Zu den strittigen Themen beim Gipfel zählt unter anderem der Klimaschutz. In einem Entwurf der Unterhändler für die Abschlusserklärung, der dem epd vorliegt, bekennen sich alle Länder außer den USA zum Pariser Klimaabkommen. Washington hat seinen Rückzug von dem Klimapakt angekündigt. Für Empörung bei Umweltschützern sorgt ein Satz, wonach die USA anderen Ländern bei der Umsetzung ihrer Pariser Klimaziele helfen wollen und dabei auf eine "effizientere" und "sauberere" Nutzung fossiler Energien setzen.
Oxfam-Klima-Experte Jan Kowalzig bezeichnete es als absurde Idee, "dass ausgerechnet der Paris-Aussteiger USA nun andere Länder mit fossilen Energietechnologien zur Umsetzung der Klima-Ziele unter dem Abkommen beglücken" wolle. Dabei sei der Pariser Vertrag langfristig nur mit der schrittweisen, vollständigen Abkehr von Öl, Gas und Kohle zu erfüllen.

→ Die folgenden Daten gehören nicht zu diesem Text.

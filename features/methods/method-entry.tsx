import { StyleSheet, View } from 'react-native'
import { colour, space, useWide } from '@/components/theme'
import { Text } from '@/components/ui/text'
import { Formula } from '../calculation/formula'
import { formulaParts, symbolPart } from '../calculation/formula-text'
import { unitText } from '../checks/words'
import type { Method, Proof } from './method'
import { surenessOf, surenessWords, type Sureness } from './method-words'

interface MethodEntryProps {
  readonly method: Method
  /** A calculation led here. */
  readonly isAsked: boolean
}

/** The place of a formula on the page. */
export const anchorOf = (id: string): string => `method-${id}`

/** One formula: what it gives, how it is written, what it rests on, and what shows that it is right. */
export function MethodEntry({ method, isAsked }: MethodEntryProps) {
  const isWide = useWide()
  const { id, symbol, meaning, formula, unit, clauses, proofs } = method
  const part = isWide ? styles.part : null
  return (
    <View
      role="listitem"
      id={anchorOf(id)}
      aria-current={isAsked ? 'true' : undefined}
      style={[styles.entry, isWide && styles.wide, isAsked && styles.asked]}
    >
      <View style={[part, isWide && styles.rule]}>
        <Text>{isAsked ? `${meaning} (asked for)` : meaning}</Text>
        <View style={styles.formula}>
          <Formula parts={[symbolPart(symbol), { text: ' = ' }, ...formulaParts(formula)]} />
          {unit === '' || unit === '-' ? null : <Text kind="small" tone="soft">{`  ${unitText(unit)}`}</Text>}
        </View>
      </View>
      <View style={part}>
        {clauses.map((clause) => (
          <View key={`${clause.source} ${clause.section}`} style={styles.clause}>
            <Text kind="small">{`${clause.source}, ${clause.section}`}</Text>
            <SurenessTag sureness={surenessOf(clause)} />
          </View>
        ))}
      </View>
      <View style={part}>
        {proofs.map((proof) => (
          <ProofLine key={`${proof.test} ${proof.name}`} {...proof} />
        ))}
      </View>
    </View>
  )
}

function SurenessTag({ sureness }: { readonly sureness: Sureness }) {
  return (
    <Text kind="small" tone="soft" style={styles.tag}>
      {surenessWords(sureness)}
    </Text>
  )
}

/** A title that stands for several cases names its inputs as $width: here their place alone. */
const titleOf = (name: string): string => name.replace(/\$[\w.]+/g, '…')

function ProofLine({ value, test, name }: Proof) {
  return (
    <View style={styles.proof}>
      <Text kind="small">{value}</Text>
      <Text kind="small" tone="soft">{`${test.replace(/^tests\//, '')}: ${titleOf(name)}`}</Text>
    </View>
  )
}

const styles = StyleSheet.create({
  entry: {
    paddingVertical: space.s,
    paddingHorizontal: space.s,
    borderBottomWidth: 1,
    borderColor: colour.rule,
    gap: space.s,
  },
  wide: { flexDirection: 'row', gap: space.xl },
  asked: { backgroundColor: colour.wash },
  part: { flex: 3, minWidth: 0 },
  rule: { flex: 4 },
  formula: { flexDirection: 'row', flexWrap: 'wrap', alignItems: 'baseline' },
  clause: { flexDirection: 'row', flexWrap: 'wrap', alignItems: 'baseline', columnGap: space.s },
  tag: { borderWidth: 1, borderColor: colour.rule, paddingHorizontal: 4 },
  proof: { paddingBottom: space.xs },
})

Auch die Handelspolitik stand am ersten Gipfeltag im Mittelpunkt. EU-Kommissionspräsident Jean-Claude Juncker erteilte nationalen Alleingängen in Handelsfragen eine klare Absage. Nicht protektionistische Mauern, sondern ein resolutes Aufeinanderzugehen seien jetzt gefragt, betonte der EU-Kommissionspräsident in Hamburg. Zu den Protesten der Gipfelgegner sagte Juncker: "Wir hören auch zu, was wir auf der Straße hören. Es ist nicht so, als liefen wir blind und taub durch Hamburg."
Papst Franziskus rief die Teilnehmer des G20-Gipfels auf, sich für ein Ende der bewaffneten Konflikte im Südsudan, in der Tschadsee-Region, am Horn von Afrika und im Jemen einzusetzen. Das Bemühen um eine Lösung der Konflikte und Hilfe für die betroffenen Menschen seien Teil der Aufgabe, mittelfristig die Weltwirtschaft zu reformieren, erklärte Franziskus in Rom.